Evolution equations from an epistemic treatment of time (1801.03396v4)

Abstract: Relativistically, time $t$ is an observable just like position $r$. In quantum theory, $t$ is a parameter, in contrast to the observable $r$. This discrepancy suggests that there exists a more elaborate formalization of time, which encapsulates both perspectives. Such a formalization is proposed in this paper. The evolution is described in terms of sequential time $n\in \mathbf{\mathbb{N}}$, which is updated each time an event occurs. Sequential time $n$ is separated from relational time $t$, which describes distances between events in space-time. There is a space-time associated with each $n$, in which $t$ represents the knowledge at time $n$ about temporal relations.
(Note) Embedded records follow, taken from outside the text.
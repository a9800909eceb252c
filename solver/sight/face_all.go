package sight

import (
	"sort"

	"enfilade/solver/exact"
)

// hem is a bound on the places that see a whole face: counter-clockwise from direction from, as seen from A, they lie to the
// left of the line from B in direction to.
type hem struct{ from, to exact.Vec }

// Whole appends to dst the places that see all of a face from its front, as convex pieces; together they are one region
// without a hole. Where the front of the face itself is not free, nobody sees all of it.
//
// A place p sees all of AB when nothing stands in the triangle ABp. Name p by two directions: that from A, turning
// counter-clockwise from AB, and that from B, turning clockwise from BA. A thing at (u, v) stands in the triangles of just
// the places beyond it in both. So it is enough to look around once from A: what A sees bounds the places in A's direction,
// and of the things seen so far the one nearest to AB bounds them in B's. What A does not see hides behind things that bound
// more. All bounds are lines through A or B and another grid point.
//
//   - Units: grid points, exact.
//   - Errors: ErrOutside, ErrBlind.
//   - Cost: a region from A, and a binary search among the bounds for each of its cones.
func (f *Finder) Whole(dst []Piece, c Face, height int32) ([]Piece, error) {
	cones, err := f.Cones(c.A, height, Front(c.A, c.B))
	if err != nil || !f.Free(c, height) {
		return dst, err
	}
	f.findHems(c)
	for _, k := range cones {
		dst = f.hemmed(dst, c, k)
	}
	return dst, nil
}

// findHems goes through what A sees, counter-clockwise from the direction of B, and keeps each thing that is seen from B
// nearer to AB than all before it. Of every edge its ends are enough: where it begins or stops being seen between them, the
// corner that hides the rest comes nearer.
func (f *Finder) findHems(c Face) {
	d := c.B.Sub(c.A)
	f.faces.hems = append(f.faces.hems[:0], hem{d, d})
	note := func(from exact.Vec, p exact.Pt) {
		last := &f.faces.hems[len(f.faces.hems)-1]
		to := p.Sub(c.B)
		switch {
		case d.Cross(from) <= 0 || last.to.Cross(to) <= 0 && p != c.A: // things level with the face hide nothing of it
		case last.from.Cross(from) == 0:
			last.to = to
		default:
			f.faces.hems = append(f.faces.hems, hem{from, to})
		}
	}
	for _, h := range f.hits {
		if h.in == breakEdge {
			continue
		}
		if h.in < 0 { // seen edge-on: its near end
			p, q := f.m.Ends(^h.in)
			if p.Sub(c.A).Dot(h.r) > q.Sub(c.A).Dot(h.r) {
				p = q
			}
			if p.Sub(c.A).Dot(h.r) <= 0 {
				p = c.A
			}
			note(h.r, p)
			continue
		}
		p, q := f.m.Ends(h.in)
		if h.r.Cross(p.Sub(c.A)) == 0 {
			note(h.r, p)
		}
		if h.l.Cross(q.Sub(c.A)) == 0 {
			note(h.l, q)
		}
	}
}

// hemmed appends what of cone k lies within the hems: in one piece what no hem cuts, and a piece for each hem that does.
func (f *Finder) hemmed(dst []Piece, c Face, k Cone) []Piece {
	hems := f.faces.hems
	// The hems that begin at the cone's right side or before it, and those before its left side. They grow tighter.
	first := max(sort.Search(len(hems), func(i int) bool { return hems[i].from.Cross(k.R) < 0 })-1, 0)
	last := sort.Search(len(hems), func(i int) bool { return hems[i].from.Cross(k.L) <= 0 }) - 1
	t := &f.m.Tris[k.Tri]
	uncut := first + sort.Search(last+1-first, func(i int) bool { return !hems[first+i].leaves(c.B, t.P) })
	whole := k // what is not cut so far
	if uncut > first && uncut <= last {
		whole.L = hems[uncut].from
	}
	open := uncut > first
	for i := uncut; i <= last && !hems[i].leavesNothing(c.B, t.P); i++ {
		part := k
		if i > first {
			part.R = hems[i].from
		}
		if i < last {
			part.L = hems[i+1].from
		}
		p := c.seenBy(part, &hems[i])
		inside := f.faces.convex.Take(t, &p)
		if inside && !f.faces.convex.bounded(2) { // the hem passes by
			if !open {
				whole, open = part, true
			}
			whole.L = part.L
			continue
		}
		if open {
			dst = append(dst, c.seenBy(whole, nil))
			open = false
		}
		if inside {
			dst = append(dst, p)
		}
	}
	if open {
		dst = append(dst, c.seenBy(whole, nil))
	}
	return dst
}

// leaves reports whether the hem leaves all of a triangle in.
func (h *hem) leaves(b exact.Pt, corners [3]exact.Pt) bool {
	for _, p := range corners {
		if h.to.Cross(p.Sub(b)) < 0 {
			return false
		}
	}
	return true
}

// leavesNothing reports whether the hem leaves nothing of a triangle in; those that follow do not either.
func (h *hem) leavesNothing(b exact.Pt, corners [3]exact.Pt) bool {
	for _, p := range corners {
		if h.to.Cross(p.Sub(b)) > 0 {
			return false
		}
	}
	return true
}

// seenBy returns the piece of a cone from A within a hem, or within none.
func (c Face) seenBy(k Cone, h *hem) Piece {
	d := c.B.Sub(c.A)
	p := Piece{Tri: k.Tri}
	p.add(exact.Line{At: c.A, Dir: k.R}, sameWay(k.R, d))
	p.add(exact.Line{At: c.A, Dir: k.L.Neg()}, sameWay(k.L.Neg(), d))
	if h != nil {
		p.add(exact.Line{At: c.B, Dir: h.to}, false)
	}
	return p
}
The evolution of the wave function is described in terms of the parameter $\sigma$ that interpolates between sequential times $n$. For a free object we obtain a Stueckelberg equation $\frac{d}{d\sigma}\Psi(r_{4},\sigma)=\frac{ic^{2}\hbar}{2\langle \epsilon\rangle}\Box\Psi(r_{4},\sigma)$, where $r_{4}=(r,ict)$. Here $\sigma$ describes the time $m$ passed between the start of the experiment at time $n$ and the observation at time $n+m$. The parametrization is assumed to be natural, meaning that $\frac{d}{d\sigma}\langle t\rangle=1$, where $\langle t\rangle$ is the expected temporal distance between the events that define $n$ and $n+m$. The squared rest energy $\epsilon_{0}^{2}$ is proportional to the eigenvalue $\tilde{\sigma}$ that describes a 'stationary state' $\Psi(r_{4},\sigma)=\psi(r_{4},\tilde{\sigma})e^{i\tilde{\sigma}\sigma}$. The Dirac equation follows as a `square root' of the stationary state equation from the condition that $\tilde{\sigma}>0$, which follows from the directed nature of $n$. The formalism thus implies that all observable objects have non-zero rest mass, including elementary fermions. The introduction of $n$ releases $t$, so that it can be treated as an observable with uncertainty $\Delta t$.